## WHAT TO PRODUCE
Print only the line with "func (s *Server) sheetTake(c" and the lines after it, ending with the last line of the material, each exactly as it stands.

★ ★ ★

package server

import (
	"io"
	"strings"

	"github.com/labstack/echo/v4"

	"tripwell/export"
	"tripwell/export/paper"
	"tripwell/forms"
	"tripwell/store"
)

// sendRound sends a round sheet. Query: site (id or code), task, until (last due day; none = every device that has the
// task), or round (id), as (pdf or xlsx), paper (letter or a4).
func (s *Server) sendRound(c echo.Context, sc store.Scope, by string) error {
	until, err := dayParam(c, "until")
	if err != nil {
		return err
	}
	size, err := paper.SizeNamed(c.QueryParam("paper"))
	if err != nil {
		return err
	}
	write, kind, end := func(w io.Writer, r paper.Round) error { return paper.Print(w, r, size) }, pdfKind, ".pdf"
	switch c.QueryParam("as") {
	case "", "pdf":
	case "xlsx":
		write, kind, end = paper.Worksheet, workbookKind, ".xlsx"
	default:
		return refuse(codeInvalid, "as", "A round sheet can be had as pdf or as xlsx.")
	}
	site := c.QueryParam("site")
	if id := c.QueryParam("round"); id != "" {
		err := s.store.View(sc, func(v *store.View) error {
			r, err := v.Round(id)
			site = r.Site
			return err
		})
		if err != nil {
			return err
		}
	}
	if site == "" {
		return refuse(codeInvalid, "site", "A round sheet is of one site. Choose it.")
	}
	var round paper.Round
	err = s.store.View(sc, func(v *store.View) error {
		at, err := v.Site(site)
		if err != nil {
			return err
		}
		today := forms.DayOf(s.store.Now().In(at.Location()))
		round, err = paper.RoundOf(v, today, paper.RoundAsk{Site: at.ID, Round: c.QueryParam("round"), Task: c.QueryParam("task"), Until: until, On: today, URL: s.store.URL(), Demo: s.store.Demo()})
		return err
	})
	if err != nil {
		return err
	}
	if err := s.exportTaken(c.Request().Context(), by, "round-sheet", round.Site.ID, forms.NoDay, until); err != nil {
		return err
	}
	return s.download(c, kind, "round-"+round.Site.Code+"-"+round.On.String()+end, func(w io.Writer) error { return write(w, round) })
}

// sendSheet sends a device sheet. Query: device (id) or tag, paper (letter or a4).
func (s *Server) sendSheet(c echo.Context, sc store.Scope, by string) error {
	size, err := paper.SizeNamed(c.QueryParam("paper"))
	if err != nil {
		return err
	}
	device := c.QueryParam("device")
	if tag := strings.TrimSpace(c.QueryParam("tag")); device == "" {
		if device, err = s.deviceOfTag(sc, tag); err != nil {
			return err
		}
	}
	var sheet paper.Sheet
	err = s.store.View(sc, func(v *store.View) error {
		d, err := v.Device(device, forms.DayOf(s.store.Now()))
		if err != nil {
			return err
		}
		site, err := v.Site(d.Site)
		if err != nil {
			return err
		}
		sheet, err = paper.SheetOf(v, device, forms.DayOf(s.store.Now().In(site.Location())), s.store.URL(), s.store.Demo())
		return err
	})
	if err != nil {
		return err
	}
	if sheet.Head, _, _, err = s.headForPaper(); err != nil {
		return err
	}
	if err := s.exportTaken(c.Request().Context(), by, "device-sheet", sheet.Device.Site, forms.NoDay, forms.NoDay); err != nil {
		return err
	}
	name := export.TagText(sheet.Device.Tag)
	if name == "" {
		name = sheet.Device.ID
	}
	return s.download(c, pdfKind, "device-"+name+".pdf", func(w io.Writer) error { return paper.PrintSheet(w, sheet, size) })
}

// noticesTake sends the sheets to leave at rooms of a round. Query: round (id), paper (letter or a4).
func (s *Server) noticesTake(c echo.Context) error {
	size, err := paper.SizeNamed(c.QueryParam("paper"))
	if err != nil {
		return err
	}
	var notices paper.Notices
	err = s.store.View(scope(c), func(v *store.View) (err error) {
		notices, err = paper.NoticesOf(v, c.QueryParam("round"), s.store.Demo())
		return err
	})
	if err != nil {
		return err
	}
	if err := s.exportTaken(c.Request().Context(), person(c).ID, "notices", notices.Site.ID, forms.NoDay, forms.NoDay); err != nil {
		return err
	}
	return s.download(c, pdfKind, "notices-"+notices.Site.Code+"-"+notices.Code+".pdf", func(w io.Writer) error { return paper.PrintNotices(w, notices, size) })
}

// roundTake and sheetTake send what the pages offer, within the reader's own scope.
func (s *Server) roundTake(c echo.Context) error { return s.sendRound(c, scope(c), person(c).ID) }

func (s *Server) sheetTake(c echo.Context) error { return s.sendSheet(c, scope(c), person(c).ID) }

// ownRound and ownSheet are the same for commands; by (a person) says in whose name.
func (s *Server) ownRound(c echo.Context) error {
	by, err := s.ownBy(c)
	if err != nil {
		return err
	}
	return s.sendRound(c, ownerScope, by)
}

func (s *Server) ownSheet(c echo.Context) error {
	by, err := s.ownBy(c)
	if err != nil {
		return err
	}
	return s.sendSheet(c, ownerScope, by)
}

★ ★ ★

## PROBLEM SOLUTION
func (s *Server) sheetTake(c echo.Context) error { return s.sendSheet(c, scope(c), person(c).ID) }

// ownRound and ownSheet are the same for commands; by (a person) says in whose name.
func (s *Server) ownRound(c echo.Context) error {
	by, err := s.ownBy(c)
	if err != nil {
		return err
	}
	return s.sendRound(c, ownerScope, by)
}

func (s *Server) ownSheet(c echo.Context) error {
	by, err := s.ownBy(c)
	if err != nil {
		return err
	}
	return s.sendSheet(c, ownerScope, by)
}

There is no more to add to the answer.